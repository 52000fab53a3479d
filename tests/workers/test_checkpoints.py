"""Checkpoint reading (every row accounted for) and the bilinear sampling rule."""

from __future__ import annotations

import json
from pathlib import Path

import numpy as np
import pytest
from pyproj import CRS
from scipy.ndimage import map_coordinates

from workers.checkpoints import bilinear_at, read_checkpoints
from workers.grid import Grid

CSV = """# horizontal_crs: EPSG:32632
# survey_rmse_m: 0.02
id,easting,northing,height,landcover
a,1.0,2.0,10.5,1
b,1.0,2.0,,1
a,3.0,4.0,11.0,2
c,x,4.0,11.0,2
d,5.0,6.0,12.0,
"""


def test_csv_rows_are_used_or_rejected_with_a_reason(tmp_path: Path):
    path = tmp_path / "cp.csv"
    path.write_text(CSV)
    data = read_checkpoints(path)
    assert [p.point_id for p in data.points] == ["a", "d"]
    assert data.points[1].landcover is None
    reasons = {r.point_id: r.reason for r in data.rejected}
    assert "no height" in reasons["b"]
    assert "duplicated id" in reasons["a"]
    assert "no coordinates" in reasons["c"]
    assert data.declared_crs == "EPSG:32632"
    assert data.header["survey_rmse_m"] == "0.02"


def test_geojson_points(tmp_path: Path):
    doc = {
        "type": "FeatureCollection",
        "features": [
            {
                "type": "Feature",
                "properties": {"id": "p1", "height": 5.0},
                "geometry": {"type": "Point", "coordinates": [8.7, 56.2]},
            },
            {
                "type": "Feature",
                "properties": {"id": "p2", "height": 5.0},
                "geometry": {"type": "LineString", "coordinates": [[8.7, 56.2], [8.8, 56.2]]},
            },
        ],
    }
    path = tmp_path / "cp.geojson"
    path.write_text(json.dumps(doc))
    data = read_checkpoints(path, landcover_column=None)
    assert [(p.point_id, p.x, p.y) for p in data.points] == [("p1", 8.7, 56.2)]
    assert "no coordinates" in data.rejected[0].reason


GRID = Grid(CRS.from_epsg(32632).to_wkt(), (2.0, 0.0, 100.0, 0.0, -2.0, 500.0), 20, 10)


def test_bilinear_matches_scipy_map_coordinates():
    # reference: scipy.ndimage.map_coordinates with order=1 (general-purpose library)
    rng = np.random.default_rng(0)
    heights = rng.normal(50, 5, GRID.shape)
    x = rng.uniform(102, 136, 50)
    y = rng.uniform(482, 498, 50)
    values, reasons = bilinear_at(heights, GRID, x, y)
    cols = (x - 100.0) / 2.0 - 0.5
    rows = (500.0 - y) / 2.0 - 0.5
    expected = map_coordinates(heights, [rows, cols], order=1)
    assert all(r is None for r in reasons)
    assert np.allclose(values, expected)


def test_voids_and_edges_are_named():
    heights = np.ones(GRID.shape)
    heights[5, 5] = np.nan
    values, reasons = bilinear_at(heights, GRID, np.array([111.0, 100.2]), np.array([489.0, 490.0]))
    assert np.isnan(values).all()
    assert "void" in reasons[0]
    assert "edge" in reasons[1]


@pytest.mark.parametrize("x", [101.0, 121.0, 139.0])
def test_points_on_pixel_centres_take_that_value(x):
    heights = np.arange(200, dtype=float).reshape(GRID.shape)
    values, reasons = bilinear_at(heights, GRID, np.array([x]), np.array([499.0 - 2 * 9]))
    col = round((x - 100.0) / 2.0 - 0.5)
    assert reasons[0] is None
    assert values[0] == pytest.approx(heights[9, col])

- **What is being asked**
Lines before the one containing "col = round((x - 100.0) / 2.0 - 0.5)" are left out. Repeat that line and all lines after it in the records above exactly.

- **Output**
    col = round((x - 100.0) / 2.0 - 0.5)
    assert reasons[0] is None
    assert values[0] == pytest.approx(heights[9, col])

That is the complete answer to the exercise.